(Records drawn from a dataset)

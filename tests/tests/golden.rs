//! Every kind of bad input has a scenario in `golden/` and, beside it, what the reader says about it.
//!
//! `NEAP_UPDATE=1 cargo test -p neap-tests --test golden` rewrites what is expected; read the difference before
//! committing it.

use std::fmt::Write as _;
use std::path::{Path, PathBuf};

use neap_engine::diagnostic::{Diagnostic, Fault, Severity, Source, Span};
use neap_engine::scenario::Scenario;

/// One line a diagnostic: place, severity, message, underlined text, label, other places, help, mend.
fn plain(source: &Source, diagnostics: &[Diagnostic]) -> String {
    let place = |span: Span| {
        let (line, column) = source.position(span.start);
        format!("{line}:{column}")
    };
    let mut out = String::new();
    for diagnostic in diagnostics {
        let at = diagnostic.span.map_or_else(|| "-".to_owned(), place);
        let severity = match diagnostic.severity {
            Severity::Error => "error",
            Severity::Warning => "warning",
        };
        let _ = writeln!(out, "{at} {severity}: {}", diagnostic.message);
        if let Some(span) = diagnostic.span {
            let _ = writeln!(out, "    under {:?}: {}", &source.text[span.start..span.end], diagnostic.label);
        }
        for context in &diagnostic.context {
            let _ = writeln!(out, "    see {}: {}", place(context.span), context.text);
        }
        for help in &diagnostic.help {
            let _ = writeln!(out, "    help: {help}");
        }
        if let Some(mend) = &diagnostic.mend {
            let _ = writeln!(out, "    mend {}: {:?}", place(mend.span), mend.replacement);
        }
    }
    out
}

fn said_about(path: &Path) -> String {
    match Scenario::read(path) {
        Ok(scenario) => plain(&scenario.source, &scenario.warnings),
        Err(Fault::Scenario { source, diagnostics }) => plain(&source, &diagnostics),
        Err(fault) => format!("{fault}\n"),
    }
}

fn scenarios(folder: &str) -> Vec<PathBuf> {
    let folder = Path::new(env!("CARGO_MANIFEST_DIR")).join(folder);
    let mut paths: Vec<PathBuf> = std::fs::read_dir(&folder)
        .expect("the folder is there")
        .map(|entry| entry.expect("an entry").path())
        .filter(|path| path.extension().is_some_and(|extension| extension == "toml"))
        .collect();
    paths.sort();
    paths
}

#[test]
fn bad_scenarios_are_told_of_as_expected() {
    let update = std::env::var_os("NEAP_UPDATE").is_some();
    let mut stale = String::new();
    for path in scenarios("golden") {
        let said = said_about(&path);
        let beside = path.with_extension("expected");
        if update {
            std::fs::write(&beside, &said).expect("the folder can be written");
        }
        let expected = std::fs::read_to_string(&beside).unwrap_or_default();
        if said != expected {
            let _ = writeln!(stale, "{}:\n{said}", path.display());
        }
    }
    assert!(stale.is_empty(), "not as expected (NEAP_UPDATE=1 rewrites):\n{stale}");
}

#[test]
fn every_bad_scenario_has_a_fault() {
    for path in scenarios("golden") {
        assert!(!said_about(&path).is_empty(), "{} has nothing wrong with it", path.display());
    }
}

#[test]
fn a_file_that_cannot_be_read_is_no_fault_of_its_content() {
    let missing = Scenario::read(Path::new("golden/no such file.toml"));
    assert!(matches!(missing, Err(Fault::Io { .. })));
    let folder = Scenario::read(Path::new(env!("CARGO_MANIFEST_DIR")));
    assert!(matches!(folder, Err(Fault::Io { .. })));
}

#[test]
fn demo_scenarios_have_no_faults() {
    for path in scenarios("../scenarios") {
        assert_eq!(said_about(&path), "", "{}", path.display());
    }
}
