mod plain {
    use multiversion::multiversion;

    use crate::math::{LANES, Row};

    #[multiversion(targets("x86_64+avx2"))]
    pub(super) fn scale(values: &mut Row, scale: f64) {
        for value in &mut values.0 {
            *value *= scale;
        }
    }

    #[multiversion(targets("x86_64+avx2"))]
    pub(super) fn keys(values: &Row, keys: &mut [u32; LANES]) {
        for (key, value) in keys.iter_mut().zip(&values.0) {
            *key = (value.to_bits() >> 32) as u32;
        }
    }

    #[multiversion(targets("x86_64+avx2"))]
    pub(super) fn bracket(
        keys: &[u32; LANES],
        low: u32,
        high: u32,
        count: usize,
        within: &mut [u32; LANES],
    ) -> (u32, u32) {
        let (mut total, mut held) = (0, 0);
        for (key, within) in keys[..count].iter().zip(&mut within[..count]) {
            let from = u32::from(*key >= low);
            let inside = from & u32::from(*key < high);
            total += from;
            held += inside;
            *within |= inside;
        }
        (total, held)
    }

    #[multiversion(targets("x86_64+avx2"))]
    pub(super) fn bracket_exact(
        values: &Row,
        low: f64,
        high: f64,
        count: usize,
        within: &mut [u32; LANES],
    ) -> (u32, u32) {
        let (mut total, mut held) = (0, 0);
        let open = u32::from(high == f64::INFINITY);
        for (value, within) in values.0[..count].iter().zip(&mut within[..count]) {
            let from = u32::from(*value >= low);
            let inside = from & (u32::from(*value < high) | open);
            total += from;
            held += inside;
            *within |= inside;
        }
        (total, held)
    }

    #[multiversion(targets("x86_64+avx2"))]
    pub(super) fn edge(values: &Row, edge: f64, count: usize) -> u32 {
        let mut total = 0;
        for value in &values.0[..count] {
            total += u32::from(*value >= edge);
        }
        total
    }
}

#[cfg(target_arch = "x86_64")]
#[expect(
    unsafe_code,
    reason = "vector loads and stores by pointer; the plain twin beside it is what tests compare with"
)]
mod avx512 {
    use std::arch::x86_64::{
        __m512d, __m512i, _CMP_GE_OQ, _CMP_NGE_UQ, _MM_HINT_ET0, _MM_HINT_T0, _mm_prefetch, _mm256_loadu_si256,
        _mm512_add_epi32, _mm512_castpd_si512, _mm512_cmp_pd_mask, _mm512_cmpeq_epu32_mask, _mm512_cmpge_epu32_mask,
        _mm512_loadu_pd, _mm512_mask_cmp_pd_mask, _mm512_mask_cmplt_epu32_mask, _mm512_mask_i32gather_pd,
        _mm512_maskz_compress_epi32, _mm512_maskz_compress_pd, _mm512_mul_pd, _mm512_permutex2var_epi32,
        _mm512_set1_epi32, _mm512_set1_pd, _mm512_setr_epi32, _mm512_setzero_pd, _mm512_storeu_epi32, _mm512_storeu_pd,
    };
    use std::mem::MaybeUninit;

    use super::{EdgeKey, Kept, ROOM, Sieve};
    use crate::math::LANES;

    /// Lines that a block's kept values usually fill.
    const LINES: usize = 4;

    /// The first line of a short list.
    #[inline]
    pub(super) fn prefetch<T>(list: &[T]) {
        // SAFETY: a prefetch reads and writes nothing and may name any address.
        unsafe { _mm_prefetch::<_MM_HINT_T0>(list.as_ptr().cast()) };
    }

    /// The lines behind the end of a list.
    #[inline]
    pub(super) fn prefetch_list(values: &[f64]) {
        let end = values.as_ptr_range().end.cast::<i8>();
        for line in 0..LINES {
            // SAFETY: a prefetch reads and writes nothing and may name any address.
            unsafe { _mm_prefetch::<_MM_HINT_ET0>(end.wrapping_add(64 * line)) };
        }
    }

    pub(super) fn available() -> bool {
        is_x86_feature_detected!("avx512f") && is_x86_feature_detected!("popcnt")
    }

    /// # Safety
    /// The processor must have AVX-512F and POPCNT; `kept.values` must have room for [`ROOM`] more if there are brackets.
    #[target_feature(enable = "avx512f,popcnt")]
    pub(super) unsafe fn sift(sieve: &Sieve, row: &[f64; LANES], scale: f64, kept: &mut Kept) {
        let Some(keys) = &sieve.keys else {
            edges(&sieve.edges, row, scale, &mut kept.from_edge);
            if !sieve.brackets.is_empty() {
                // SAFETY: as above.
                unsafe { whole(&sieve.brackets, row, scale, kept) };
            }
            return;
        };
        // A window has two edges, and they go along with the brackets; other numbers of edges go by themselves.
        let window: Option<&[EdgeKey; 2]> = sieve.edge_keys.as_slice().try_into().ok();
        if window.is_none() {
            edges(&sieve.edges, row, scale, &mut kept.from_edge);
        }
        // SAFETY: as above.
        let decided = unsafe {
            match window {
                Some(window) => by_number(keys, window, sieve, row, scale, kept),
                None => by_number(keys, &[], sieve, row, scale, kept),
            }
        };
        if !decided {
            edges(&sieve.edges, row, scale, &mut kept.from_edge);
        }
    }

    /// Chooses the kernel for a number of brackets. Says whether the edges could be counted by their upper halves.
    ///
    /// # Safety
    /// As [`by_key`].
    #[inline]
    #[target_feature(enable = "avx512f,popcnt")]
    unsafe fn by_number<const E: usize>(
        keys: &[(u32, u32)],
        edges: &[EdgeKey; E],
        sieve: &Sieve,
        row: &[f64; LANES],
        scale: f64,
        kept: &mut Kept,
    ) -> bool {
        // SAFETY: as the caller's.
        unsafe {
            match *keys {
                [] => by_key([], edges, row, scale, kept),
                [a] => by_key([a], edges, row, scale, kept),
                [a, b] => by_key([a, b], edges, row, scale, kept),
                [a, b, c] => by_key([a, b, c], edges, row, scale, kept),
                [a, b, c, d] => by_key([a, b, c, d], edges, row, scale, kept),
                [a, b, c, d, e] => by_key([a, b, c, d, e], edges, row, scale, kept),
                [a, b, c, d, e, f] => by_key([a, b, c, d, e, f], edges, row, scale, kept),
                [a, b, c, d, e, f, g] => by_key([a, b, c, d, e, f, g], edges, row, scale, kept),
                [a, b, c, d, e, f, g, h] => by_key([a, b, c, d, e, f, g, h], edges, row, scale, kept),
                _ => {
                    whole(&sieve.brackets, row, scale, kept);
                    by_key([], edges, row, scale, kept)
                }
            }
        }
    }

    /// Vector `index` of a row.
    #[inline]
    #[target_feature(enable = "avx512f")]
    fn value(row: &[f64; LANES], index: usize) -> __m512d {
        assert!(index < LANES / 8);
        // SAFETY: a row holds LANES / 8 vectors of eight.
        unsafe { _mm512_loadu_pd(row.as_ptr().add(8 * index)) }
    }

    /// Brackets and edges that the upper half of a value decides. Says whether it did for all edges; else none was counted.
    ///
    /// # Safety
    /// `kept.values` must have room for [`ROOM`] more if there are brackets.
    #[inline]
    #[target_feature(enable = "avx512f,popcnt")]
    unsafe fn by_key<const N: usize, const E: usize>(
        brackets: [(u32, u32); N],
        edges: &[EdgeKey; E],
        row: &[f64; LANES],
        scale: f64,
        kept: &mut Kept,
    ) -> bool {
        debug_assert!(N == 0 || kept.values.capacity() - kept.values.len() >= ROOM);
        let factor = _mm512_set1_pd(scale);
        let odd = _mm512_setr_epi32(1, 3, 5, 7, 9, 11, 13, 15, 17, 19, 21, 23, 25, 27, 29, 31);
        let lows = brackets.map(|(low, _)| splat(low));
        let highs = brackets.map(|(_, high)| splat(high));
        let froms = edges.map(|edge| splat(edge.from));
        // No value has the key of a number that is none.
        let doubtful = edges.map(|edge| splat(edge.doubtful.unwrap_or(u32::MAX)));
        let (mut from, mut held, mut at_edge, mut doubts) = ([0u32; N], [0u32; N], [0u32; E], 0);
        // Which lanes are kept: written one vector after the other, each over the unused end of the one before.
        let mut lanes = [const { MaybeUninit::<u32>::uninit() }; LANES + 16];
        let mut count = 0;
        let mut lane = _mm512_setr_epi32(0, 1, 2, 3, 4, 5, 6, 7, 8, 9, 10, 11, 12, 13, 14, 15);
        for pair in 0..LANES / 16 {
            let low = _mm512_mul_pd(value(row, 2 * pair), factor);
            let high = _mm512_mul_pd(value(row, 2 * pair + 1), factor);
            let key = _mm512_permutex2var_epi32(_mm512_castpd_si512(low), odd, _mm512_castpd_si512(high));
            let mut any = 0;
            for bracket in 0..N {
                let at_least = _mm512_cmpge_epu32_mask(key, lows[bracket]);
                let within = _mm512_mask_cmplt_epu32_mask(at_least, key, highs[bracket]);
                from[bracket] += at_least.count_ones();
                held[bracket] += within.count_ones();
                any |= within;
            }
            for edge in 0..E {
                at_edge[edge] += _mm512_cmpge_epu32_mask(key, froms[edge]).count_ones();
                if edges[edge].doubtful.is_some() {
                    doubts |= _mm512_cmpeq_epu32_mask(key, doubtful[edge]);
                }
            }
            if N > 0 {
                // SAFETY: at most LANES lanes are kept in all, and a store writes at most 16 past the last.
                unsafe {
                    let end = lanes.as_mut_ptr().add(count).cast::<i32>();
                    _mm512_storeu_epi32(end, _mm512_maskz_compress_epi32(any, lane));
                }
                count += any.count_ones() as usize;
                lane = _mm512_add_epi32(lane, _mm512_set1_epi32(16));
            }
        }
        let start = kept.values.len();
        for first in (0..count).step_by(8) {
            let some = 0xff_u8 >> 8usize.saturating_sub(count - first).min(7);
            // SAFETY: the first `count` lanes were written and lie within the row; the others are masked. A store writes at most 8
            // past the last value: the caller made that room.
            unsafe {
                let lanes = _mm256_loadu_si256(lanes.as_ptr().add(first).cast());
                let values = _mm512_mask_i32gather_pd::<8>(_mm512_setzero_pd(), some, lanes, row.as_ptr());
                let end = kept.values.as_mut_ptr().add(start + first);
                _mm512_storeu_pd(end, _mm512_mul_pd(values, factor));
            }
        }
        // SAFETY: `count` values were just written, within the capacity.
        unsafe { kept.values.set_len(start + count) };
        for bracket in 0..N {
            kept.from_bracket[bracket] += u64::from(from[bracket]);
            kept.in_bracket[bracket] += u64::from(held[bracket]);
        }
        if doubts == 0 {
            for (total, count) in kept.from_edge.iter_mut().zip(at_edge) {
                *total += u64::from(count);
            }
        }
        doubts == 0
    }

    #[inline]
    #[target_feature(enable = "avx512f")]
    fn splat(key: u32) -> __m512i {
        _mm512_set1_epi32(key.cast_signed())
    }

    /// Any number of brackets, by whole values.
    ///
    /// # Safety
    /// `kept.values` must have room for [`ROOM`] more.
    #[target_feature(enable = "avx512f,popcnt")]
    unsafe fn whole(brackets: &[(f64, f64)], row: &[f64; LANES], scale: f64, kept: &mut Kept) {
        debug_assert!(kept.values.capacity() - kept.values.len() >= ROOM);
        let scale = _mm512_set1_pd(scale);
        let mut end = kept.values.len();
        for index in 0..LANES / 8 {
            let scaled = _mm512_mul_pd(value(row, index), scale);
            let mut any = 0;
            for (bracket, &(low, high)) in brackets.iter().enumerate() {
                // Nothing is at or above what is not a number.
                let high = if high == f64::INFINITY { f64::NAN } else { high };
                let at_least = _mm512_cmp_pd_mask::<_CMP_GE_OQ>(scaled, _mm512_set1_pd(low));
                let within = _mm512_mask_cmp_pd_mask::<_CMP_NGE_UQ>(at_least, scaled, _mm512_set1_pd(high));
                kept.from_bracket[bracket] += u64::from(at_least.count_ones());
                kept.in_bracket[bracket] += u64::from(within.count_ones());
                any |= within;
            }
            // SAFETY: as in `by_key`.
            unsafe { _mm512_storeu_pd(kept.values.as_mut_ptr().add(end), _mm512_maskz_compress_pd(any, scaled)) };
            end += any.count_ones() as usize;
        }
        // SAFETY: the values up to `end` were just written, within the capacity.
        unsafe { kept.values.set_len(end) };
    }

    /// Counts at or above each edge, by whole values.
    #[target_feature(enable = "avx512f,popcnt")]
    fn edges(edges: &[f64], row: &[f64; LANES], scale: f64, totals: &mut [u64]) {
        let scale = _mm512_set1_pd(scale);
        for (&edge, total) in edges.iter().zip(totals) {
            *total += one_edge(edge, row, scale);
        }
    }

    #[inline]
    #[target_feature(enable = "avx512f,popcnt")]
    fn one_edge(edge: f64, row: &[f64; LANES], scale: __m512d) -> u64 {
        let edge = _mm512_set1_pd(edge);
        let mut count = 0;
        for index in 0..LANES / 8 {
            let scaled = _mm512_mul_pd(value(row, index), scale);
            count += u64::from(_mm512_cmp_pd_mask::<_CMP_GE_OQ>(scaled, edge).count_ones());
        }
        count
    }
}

Action item:
For the records given here, say how many lines hold the string "message", with no further words.

Written response:
2